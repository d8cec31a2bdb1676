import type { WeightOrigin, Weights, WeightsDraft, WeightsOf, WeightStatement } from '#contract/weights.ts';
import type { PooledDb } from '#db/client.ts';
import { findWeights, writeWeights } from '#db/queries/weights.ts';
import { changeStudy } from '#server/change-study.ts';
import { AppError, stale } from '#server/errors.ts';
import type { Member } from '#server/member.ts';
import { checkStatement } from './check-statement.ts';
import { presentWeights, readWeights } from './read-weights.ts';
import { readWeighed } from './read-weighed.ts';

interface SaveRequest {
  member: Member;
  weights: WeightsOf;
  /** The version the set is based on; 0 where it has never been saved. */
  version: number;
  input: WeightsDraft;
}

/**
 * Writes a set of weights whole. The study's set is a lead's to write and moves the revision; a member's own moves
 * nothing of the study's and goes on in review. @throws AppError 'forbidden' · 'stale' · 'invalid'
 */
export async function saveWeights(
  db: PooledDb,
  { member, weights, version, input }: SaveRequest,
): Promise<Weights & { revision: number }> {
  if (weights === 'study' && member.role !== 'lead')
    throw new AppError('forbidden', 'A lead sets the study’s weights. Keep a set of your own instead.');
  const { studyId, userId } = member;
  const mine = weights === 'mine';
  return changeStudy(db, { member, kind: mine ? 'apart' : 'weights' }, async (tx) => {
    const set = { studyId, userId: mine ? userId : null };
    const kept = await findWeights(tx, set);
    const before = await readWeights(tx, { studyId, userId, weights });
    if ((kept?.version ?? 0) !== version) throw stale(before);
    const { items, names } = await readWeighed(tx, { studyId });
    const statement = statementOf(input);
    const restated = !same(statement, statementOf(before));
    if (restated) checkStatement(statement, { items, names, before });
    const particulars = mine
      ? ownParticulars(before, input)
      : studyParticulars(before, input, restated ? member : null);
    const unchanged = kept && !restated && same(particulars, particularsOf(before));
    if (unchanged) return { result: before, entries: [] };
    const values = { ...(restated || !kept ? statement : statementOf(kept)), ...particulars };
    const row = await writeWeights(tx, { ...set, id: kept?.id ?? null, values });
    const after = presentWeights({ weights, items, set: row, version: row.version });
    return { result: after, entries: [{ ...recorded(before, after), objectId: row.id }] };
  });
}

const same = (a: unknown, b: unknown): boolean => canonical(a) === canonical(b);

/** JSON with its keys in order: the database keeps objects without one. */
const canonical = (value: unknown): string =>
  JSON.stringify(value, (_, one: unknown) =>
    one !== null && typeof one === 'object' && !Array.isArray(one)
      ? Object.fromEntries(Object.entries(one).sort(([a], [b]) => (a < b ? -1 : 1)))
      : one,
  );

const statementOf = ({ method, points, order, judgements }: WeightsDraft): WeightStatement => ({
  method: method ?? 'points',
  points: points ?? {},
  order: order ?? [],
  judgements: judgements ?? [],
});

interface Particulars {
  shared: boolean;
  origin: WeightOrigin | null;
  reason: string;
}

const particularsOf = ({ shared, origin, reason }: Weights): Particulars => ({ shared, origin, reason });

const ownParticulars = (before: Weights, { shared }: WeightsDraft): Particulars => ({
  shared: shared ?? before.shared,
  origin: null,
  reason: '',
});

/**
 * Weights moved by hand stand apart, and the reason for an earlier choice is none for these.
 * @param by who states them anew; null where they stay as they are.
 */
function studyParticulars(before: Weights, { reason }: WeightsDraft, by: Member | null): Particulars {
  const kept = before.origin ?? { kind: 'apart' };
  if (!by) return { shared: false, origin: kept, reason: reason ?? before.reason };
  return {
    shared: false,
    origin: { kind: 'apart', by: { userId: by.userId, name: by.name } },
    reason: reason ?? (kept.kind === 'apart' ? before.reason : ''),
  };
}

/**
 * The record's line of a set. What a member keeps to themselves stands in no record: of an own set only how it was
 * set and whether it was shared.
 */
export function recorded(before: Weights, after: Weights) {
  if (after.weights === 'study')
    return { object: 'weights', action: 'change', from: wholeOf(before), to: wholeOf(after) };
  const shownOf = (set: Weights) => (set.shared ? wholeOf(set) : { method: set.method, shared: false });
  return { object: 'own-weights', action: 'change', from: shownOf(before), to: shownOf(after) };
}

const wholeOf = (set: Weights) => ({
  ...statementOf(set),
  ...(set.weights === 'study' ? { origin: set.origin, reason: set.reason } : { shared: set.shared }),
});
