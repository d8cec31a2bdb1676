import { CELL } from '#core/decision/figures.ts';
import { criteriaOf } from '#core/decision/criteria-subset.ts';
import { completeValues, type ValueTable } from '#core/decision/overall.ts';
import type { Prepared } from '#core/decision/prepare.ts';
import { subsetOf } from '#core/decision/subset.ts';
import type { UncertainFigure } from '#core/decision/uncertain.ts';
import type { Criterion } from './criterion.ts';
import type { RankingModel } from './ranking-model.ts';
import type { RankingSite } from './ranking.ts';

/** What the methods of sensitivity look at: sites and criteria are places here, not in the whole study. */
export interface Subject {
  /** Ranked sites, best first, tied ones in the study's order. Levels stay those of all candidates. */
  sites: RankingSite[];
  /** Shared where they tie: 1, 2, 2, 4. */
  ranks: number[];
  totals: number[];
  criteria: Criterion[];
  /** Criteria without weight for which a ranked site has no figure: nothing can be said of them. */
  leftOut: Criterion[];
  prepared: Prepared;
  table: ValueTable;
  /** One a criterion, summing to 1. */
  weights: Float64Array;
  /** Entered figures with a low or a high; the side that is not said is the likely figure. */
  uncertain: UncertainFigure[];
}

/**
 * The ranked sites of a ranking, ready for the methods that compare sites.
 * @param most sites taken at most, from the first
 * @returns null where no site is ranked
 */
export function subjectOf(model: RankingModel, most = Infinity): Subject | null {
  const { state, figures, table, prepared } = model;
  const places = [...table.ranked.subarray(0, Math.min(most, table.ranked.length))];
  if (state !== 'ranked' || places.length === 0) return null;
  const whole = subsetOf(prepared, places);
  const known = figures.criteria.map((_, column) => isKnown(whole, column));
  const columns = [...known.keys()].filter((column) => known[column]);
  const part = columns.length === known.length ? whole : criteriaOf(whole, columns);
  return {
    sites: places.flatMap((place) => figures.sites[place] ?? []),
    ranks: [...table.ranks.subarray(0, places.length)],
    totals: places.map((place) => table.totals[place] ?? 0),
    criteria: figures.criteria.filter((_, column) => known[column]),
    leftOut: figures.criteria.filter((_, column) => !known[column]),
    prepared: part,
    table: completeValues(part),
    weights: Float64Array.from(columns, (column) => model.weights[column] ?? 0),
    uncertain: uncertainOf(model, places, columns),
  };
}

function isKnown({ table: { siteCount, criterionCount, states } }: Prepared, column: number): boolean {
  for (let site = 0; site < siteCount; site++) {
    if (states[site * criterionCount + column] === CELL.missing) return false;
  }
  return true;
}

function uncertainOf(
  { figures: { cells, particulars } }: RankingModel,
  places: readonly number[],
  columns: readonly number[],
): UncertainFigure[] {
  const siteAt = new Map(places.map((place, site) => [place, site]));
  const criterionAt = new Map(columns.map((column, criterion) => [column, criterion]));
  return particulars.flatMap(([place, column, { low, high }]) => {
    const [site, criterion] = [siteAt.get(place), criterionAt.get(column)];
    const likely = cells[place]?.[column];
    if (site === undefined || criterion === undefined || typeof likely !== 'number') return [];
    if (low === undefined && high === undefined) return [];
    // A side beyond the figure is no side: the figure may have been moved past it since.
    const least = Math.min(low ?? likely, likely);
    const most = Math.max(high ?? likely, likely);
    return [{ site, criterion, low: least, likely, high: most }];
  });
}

------

• Problem details: Copy all lines above containing the string "side".

• Answer space:
  /** Entered figures with a low or a high; the side that is not said is the likely figure. */
    // A side beyond the figure is no side: the figure may have been moved past it since.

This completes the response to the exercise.